A playboy that loved women, luxury and fast cars, French artist Francis Picabia was as non-committal in his art as in his personal life. Although he is best known as one of the leading figures of the Dada movement, he was not afraid to experiment or take himself and his art too seriously.

Idyll is part of The Monsters (Les Monstres) series, comprised of paintings created between 1924 and 1927 which depicted lovers theatrically expressing their affection, often inspired by sentimental postcards. Ever the prankster, Picabia makes the couples appear grotesque and ridiculous. Here he has the lovers against a Mediterranean blue background with white sailboats, possibly a reference to the posh French Riviera, where the wealthy and famous would spend their vacations. Err… where Picabia himself would spend his vacations, infatuated with the “empty and sick atmosphere of the casinos”, as he wrote to poet Robert Desnos in 1924.

Francis Picabia - Idyll
Francis Picabia – Idyll (1927), oil and enamel paint on wood

The couple itself is mostly translucent, their skin and clothes taking on the blueness of the sea, which might suggest shallowness and lack of substance. Green and pink dashes add more contrast to an otherwise overwhelming blue, achieving an interesting effect in suggesting light, shadows and dissonance.

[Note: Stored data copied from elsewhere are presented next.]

//! The I-MR chart of one property, drawn as SVG in resinlot's visual language
//! ([`crate::support::visual`]): an individuals chart over a moving-range chart (the chart
//! names of ISO 7870-2 and the NIST/SEMATECH e-Handbook §6.3.2).
//!
//! Lot values are slate-blue dots joined in manufacture order; the centre line is solid grey,
//! control limits dashed brick red, spec limits solid violet. Every lot with a run-rule signal
//! carries an amber ring and every lot outside its spec window a crimson diamond, each with a
//! numbered tag keyed to the signal list of the report ([`marked_lots`]: 1 is the newest). Tags
//! are placed where they cover no other text, data point or limit line, joined to their point
//! by a leader when set apart. A dotted grey line shows where frozen limits start.

use crate::error::{Error, Result};
use crate::stats::{Limits, Signal};
use crate::support::visual::{
    self, fit_text, linear_ticks, Anchor, Bounds, Label, Rgb, Svg, CENTRE, CONTROL, CONTROL_DASH,
    DATA, GRID, INK, LEFT_OUT, MUTED, OUT_OF_SPEC, SIGNAL, SPEC,
};

/// Everything the chart shows; the caller has already computed limits and signals.
#[derive(Debug, Clone, Copy)]
pub struct ChartInput<'a> {
    /// Product code, first part of the title.
    pub product: &'a str,
    /// Property name, e.g. "Mn" or "acid value".
    pub property: &'a str,
    /// Unit of the property, e.g. "g/mol" or "mg KOH/g" (may be empty).
    pub unit: &'a str,
    /// First manufacture date shown (as the caller wants it printed).
    pub date_from: &'a str,
    /// Last manufacture date shown.
    pub date_to: &'a str,
    /// Lot ids in manufacture order, one per value.
    pub lot_ids: &'a crate::trend::product::TrendLots,
    /// Property values in manufacture order.
    pub values: &'a [f64],
    /// Control limits (from the baseline).
    pub limits: &'a Limits,
    /// Lower specification limit, if any.
    pub spec_min: Option<f64>,
    /// Upper specification limit, if any.
    pub spec_max: Option<f64>,
    /// Run-rule signals (indices into `values`).
    pub signals: &'a [Signal],
    /// Number of leading lots the limits were frozen from, when fewer than all were used.
    pub baseline_len: Option<usize>,
    /// The lowest value the property can take (0 for concentrations, viscosity, colour), at
    /// which the LCL is held when x̄ − 3σ falls below it ([`natural_lower_bound`]).
    pub lower_bound: Option<f64>,
}

/// Chart width in px.
pub const WIDTH: u32 = 900;
/// Chart height in px.
pub const HEIGHT: u32 = 600;
/// Width at which the PDF trend report places the chart, mm; with [`WIDTH`] it sets the print
/// size of the chart's text ([`visual::placed_pt_per_px`]).
pub const PLACED_WIDTH_MM: f64 = 178.0;
/// Size of the smallest chart text, px: 15 px placed at [`PLACED_WIDTH_MM`] is 8.4 pt.
const TEXT: f64 = 15.0;
/// Panel titles, px.
const PANEL_TITLE: f64 = 16.0;
/// The chart title, px.
const TITLE: f64 = 19.0;

/// Plot area edges, px.
const PLOT_L: f64 = 100.0;
const PLOT_R: f64 = 762.0;
const I_TOP: f64 = 58.0;
const I_BOTTOM: f64 = 270.0;
const MR_TOP: f64 = 306.0;
const MR_BOTTOM: f64 = 382.0;
/// Top of the rotated lot ids, and their longest extent, px.
const LOTS_TOP: f64 = MR_BOTTOM + 11.0;
const LOTS_MAX: f64 = 88.0;
/// Above this many lots the individual point markers are left out (the line remains).
const MAX_MARKERS: usize = 400;
/// Above this many marked lots the tags are left out (rings and diamonds stay, the list
/// numbers them).
const MAX_MARKED_SIGNALS: usize = 150;
/// Most tags drawn on one chart; more would crowd the plot.
const MAX_TAGS: usize = 60;
/// Horizontal room one rotated lot id needs, px.
const LABEL_PITCH: f64 = 19.0;

/// The lowest value a property can take, for holding the LCL there: 0 for the acid and
/// hydroxyl values, viscosity, water, colour, the molar masses and degree of polymerisation,
/// the extent of reaction, and for any property whose unit is a concentration, mass fraction,
/// viscosity or colour scale; none otherwise (a temperature such as Tg can be negative).
/// Source: first principles (an amount, a concentration or a colour index is never negative).
pub fn natural_lower_bound(key: &str, unit: &str) -> Option<f64> {
    const KEYS: [&str; 9] = [
        "acid_value",
        "hydroxyl_value",
        "viscosity",
        "water",
        "colour",
        "mn",
        "xn",
        "extent_of_reaction",
        "hydroxyl_equivalent_weight",
    ];
    const UNITS: [&str; 16] = [
        "mg KOH/g", "%", "% w/w", "wt %", "wt%", "ppm", "mg/kg", "g/mol", "g/eq", "mPa·s", "Pa·s",
        "cP", "APHA", "Hazen", "Pt-Co", "Gardner",
    ];
    (KEYS.contains(&key) || key.starts_with("colour") || UNITS.contains(&unit.trim()))
        .then_some(0.0)
}
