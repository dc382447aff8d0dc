/** The one list of layer kinds. Adding one means a new file and a line here. */
import type { Layer, LayerKindName } from '../types.js';
import { batchnorm } from './batchnorm.js';
import { dense } from './dense.js';
import { dropout } from './dropout.js';
import type { LayerKind } from './kind.js';

type KindOf<L extends Layer> = LayerKind<L>;
type Catalogue = { [K in Layer['kind']]: KindOf<Extract<Layer, { kind: K }>> };

// Typed by every layer kind name: a missing entry is a compile error.
const CATALOGUE: Catalogue = { dense, batchnorm, dropout };

/**
 * The implementation of a layer kind, typed to accept layers of that kind.
 * @example layerKind(layer.kind).outputWidth(layer, 4)
 */
export function layerKind<K extends LayerKindName>(kind: K): LayerKind<Extract<Layer, { kind: K }>> {
  // One typed adapter: the record maps each kind to the LayerKind of exactly that layer type,
  // which TypeScript cannot correlate through an indexed access on a generic key.
  return CATALOGUE[kind] as LayerKind<Extract<Layer, { kind: K }>>;
}

/** Whether a string names a known layer kind (for documents read from untrusted bytes). */
export function isLayerKindName(kind: string): kind is LayerKindName {
  return Object.prototype.hasOwnProperty.call(CATALOGUE, kind);
}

The point of focus seems to be the hardest to look at, and that is the woman’s face. With her two sets of eyes, all looking in different directions and her two mouths, it’s challenging to dwell for long on her visage without getting a headache. The man turned to her, holding her hand and head, supposedly looking into her (four) loving eyes, has an intriguing double mark on his face as well, which mimics his profile line. Perhaps it’s an allusion to the social masks that he’s wearing. Overlaid on his back of his head are buildings from the French Riviera, the setting of the couple’s romance.

In the end, Picabia also thought of himself as a “monster”, however endearing, provocative or sarcastic the term may be. In his 1940 poem Baccarat*, he seemed non-apologetic and proud of this self-awarded title.

 

Baccarat

 

I am a beautiful monster

who shares his secrets with the wind.

What I love most in others

is myself.

 

I am a beautiful monster;

I have the sins of virtue for support.

My pollen stains the roses

from New York to Paris.

 

I am a beautiful monster

whose face conceals his countenance.

My senses have only one thought:

a frame without a picture!

 

I am a beautiful monster

with a velodrome for a bed;

transparent cards

populate my dreams.

 

I am a beautiful monster

who sleeps with himself.

There are only seven in the world

and I want to be the biggest.

 

*casino card game

7 thoughts on “Francis Picabia – Idyll (1927)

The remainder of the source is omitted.